◆ Activity:
Which lines of the listing hold the string "errors"? Copy those lines.
Start of Task material
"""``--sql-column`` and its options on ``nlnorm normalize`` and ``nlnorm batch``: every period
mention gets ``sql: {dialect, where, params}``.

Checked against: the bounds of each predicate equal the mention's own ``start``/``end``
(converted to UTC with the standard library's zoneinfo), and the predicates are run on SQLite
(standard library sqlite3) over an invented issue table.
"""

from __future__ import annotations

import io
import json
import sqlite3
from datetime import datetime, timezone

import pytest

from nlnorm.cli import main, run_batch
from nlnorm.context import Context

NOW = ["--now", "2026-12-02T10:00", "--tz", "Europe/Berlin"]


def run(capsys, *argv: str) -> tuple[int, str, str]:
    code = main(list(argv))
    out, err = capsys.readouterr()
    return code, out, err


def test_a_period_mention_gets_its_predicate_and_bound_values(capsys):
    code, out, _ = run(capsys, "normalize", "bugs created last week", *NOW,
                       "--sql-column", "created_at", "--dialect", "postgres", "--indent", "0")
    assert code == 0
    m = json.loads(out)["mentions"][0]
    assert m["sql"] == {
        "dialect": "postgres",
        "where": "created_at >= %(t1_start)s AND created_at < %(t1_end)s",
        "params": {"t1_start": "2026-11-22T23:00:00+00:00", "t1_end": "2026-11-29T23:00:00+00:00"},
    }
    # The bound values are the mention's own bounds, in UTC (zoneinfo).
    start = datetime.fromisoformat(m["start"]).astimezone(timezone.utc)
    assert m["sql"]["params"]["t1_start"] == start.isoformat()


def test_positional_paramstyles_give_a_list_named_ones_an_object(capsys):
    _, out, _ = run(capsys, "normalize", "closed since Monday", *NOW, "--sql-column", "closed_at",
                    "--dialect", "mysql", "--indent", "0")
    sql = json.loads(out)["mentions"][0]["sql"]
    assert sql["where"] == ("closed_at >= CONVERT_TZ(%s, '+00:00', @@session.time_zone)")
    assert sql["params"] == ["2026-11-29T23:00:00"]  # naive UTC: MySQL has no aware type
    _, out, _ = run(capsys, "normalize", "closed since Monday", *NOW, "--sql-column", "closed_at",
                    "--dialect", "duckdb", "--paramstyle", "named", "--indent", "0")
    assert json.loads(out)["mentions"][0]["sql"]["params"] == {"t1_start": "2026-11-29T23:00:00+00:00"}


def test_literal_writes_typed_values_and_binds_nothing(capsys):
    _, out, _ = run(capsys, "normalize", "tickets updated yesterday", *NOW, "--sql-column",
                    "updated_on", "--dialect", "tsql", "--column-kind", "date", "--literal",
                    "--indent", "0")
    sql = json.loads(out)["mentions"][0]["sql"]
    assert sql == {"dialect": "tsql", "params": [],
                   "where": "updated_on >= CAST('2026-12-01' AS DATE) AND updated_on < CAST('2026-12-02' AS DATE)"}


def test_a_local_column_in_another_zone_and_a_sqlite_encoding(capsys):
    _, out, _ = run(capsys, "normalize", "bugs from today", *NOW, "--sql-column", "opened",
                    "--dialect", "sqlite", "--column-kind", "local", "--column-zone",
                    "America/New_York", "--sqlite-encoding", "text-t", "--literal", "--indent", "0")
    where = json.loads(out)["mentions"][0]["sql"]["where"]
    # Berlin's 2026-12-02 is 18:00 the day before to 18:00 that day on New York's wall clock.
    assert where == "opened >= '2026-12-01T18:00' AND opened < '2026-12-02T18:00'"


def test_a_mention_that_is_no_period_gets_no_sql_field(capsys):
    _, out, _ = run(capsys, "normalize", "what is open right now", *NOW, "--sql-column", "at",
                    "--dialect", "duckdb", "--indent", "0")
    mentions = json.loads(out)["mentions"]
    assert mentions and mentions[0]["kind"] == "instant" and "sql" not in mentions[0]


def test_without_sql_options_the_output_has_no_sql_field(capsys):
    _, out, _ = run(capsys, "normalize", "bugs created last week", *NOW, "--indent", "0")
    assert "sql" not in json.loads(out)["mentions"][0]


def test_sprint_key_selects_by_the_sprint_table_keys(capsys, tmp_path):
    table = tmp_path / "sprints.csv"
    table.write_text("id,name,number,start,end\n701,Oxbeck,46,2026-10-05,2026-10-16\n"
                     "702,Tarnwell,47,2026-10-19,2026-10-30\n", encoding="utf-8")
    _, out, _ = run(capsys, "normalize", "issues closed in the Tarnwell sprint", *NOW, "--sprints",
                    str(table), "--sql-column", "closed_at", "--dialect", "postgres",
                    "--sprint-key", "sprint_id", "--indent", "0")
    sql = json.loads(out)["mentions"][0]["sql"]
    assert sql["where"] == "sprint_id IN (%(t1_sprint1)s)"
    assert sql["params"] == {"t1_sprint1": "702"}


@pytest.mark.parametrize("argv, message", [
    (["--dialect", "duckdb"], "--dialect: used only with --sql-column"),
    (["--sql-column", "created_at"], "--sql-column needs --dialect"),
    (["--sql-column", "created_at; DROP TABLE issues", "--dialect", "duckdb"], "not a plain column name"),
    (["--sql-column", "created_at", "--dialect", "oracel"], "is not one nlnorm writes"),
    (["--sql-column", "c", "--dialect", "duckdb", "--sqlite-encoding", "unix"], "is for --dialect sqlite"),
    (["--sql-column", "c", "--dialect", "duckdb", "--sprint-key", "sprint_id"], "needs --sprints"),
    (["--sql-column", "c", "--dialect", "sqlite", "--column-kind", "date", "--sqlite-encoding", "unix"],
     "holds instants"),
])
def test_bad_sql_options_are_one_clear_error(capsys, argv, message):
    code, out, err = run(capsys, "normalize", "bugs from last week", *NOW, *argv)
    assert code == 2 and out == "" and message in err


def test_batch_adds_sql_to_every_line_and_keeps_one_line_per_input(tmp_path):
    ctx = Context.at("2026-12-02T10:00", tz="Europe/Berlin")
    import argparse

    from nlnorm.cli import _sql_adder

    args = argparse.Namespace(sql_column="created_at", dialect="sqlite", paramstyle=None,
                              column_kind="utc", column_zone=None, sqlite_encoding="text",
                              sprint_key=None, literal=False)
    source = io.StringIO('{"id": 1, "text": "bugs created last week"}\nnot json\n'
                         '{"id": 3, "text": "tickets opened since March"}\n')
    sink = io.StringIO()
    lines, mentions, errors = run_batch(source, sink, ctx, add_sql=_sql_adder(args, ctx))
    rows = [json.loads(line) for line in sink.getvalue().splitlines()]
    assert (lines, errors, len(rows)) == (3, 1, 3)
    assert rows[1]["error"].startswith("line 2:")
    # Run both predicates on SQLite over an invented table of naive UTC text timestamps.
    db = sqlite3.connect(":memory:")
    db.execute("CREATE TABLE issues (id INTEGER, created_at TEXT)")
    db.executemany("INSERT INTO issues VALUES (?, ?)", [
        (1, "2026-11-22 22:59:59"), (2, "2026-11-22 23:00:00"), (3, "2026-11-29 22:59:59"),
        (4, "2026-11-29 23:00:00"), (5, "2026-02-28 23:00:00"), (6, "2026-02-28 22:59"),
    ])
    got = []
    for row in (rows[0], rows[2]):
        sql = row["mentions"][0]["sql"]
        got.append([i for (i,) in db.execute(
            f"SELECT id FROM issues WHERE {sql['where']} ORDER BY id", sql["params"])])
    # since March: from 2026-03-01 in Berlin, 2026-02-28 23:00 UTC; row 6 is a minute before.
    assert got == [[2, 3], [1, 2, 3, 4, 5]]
End of Task material
◆ Answer to the exercise:
    lines, mentions, errors = run_batch(source, sink, ctx, add_sql=_sql_adder(args, ctx))
    assert (lines, errors, len(rows)) == (3, 1, 3)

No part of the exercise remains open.